Records for this task START
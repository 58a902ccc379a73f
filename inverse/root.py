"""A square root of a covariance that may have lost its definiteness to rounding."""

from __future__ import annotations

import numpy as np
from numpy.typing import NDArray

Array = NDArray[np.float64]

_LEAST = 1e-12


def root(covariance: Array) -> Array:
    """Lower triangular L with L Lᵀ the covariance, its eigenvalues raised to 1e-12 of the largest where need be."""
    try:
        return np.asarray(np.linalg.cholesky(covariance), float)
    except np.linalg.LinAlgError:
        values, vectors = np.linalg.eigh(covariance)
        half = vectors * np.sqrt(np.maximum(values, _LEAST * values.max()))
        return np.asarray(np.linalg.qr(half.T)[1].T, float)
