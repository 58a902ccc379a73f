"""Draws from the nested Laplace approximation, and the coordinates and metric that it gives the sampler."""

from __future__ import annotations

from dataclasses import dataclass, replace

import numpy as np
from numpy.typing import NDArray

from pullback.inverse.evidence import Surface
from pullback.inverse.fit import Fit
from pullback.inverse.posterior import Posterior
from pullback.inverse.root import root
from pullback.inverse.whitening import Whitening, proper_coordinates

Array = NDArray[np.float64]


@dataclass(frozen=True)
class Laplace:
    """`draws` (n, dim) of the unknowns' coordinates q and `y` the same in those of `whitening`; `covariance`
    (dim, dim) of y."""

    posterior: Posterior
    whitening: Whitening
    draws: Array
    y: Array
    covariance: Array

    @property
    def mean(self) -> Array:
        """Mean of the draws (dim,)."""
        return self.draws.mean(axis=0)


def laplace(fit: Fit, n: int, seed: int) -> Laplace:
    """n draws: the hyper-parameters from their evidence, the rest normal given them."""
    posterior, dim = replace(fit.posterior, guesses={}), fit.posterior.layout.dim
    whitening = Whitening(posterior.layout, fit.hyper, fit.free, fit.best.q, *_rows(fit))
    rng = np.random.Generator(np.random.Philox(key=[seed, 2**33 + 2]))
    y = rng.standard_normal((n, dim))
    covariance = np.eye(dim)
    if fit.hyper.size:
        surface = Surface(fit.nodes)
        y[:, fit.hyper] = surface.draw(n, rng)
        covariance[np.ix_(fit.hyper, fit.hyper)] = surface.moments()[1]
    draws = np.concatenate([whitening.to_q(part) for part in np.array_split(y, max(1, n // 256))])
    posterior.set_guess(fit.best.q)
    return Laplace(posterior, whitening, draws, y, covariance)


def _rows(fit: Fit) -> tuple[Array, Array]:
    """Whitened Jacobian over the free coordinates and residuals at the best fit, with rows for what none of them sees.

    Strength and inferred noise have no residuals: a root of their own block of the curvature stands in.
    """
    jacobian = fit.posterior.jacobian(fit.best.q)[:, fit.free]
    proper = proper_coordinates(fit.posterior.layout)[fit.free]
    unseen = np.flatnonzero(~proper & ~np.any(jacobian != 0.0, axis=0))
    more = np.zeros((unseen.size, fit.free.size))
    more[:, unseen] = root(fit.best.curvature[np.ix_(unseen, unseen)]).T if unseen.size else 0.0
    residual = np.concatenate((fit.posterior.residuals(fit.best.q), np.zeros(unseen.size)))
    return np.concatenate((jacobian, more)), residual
Records for this task END
- What you are asked to do: Copy out the lines of the data where the word "replace" can be found.

- Reply to the exercise:
from dataclasses import dataclass, replace
    posterior, dim = replace(fit.posterior, guesses={}), fit.posterior.layout.dim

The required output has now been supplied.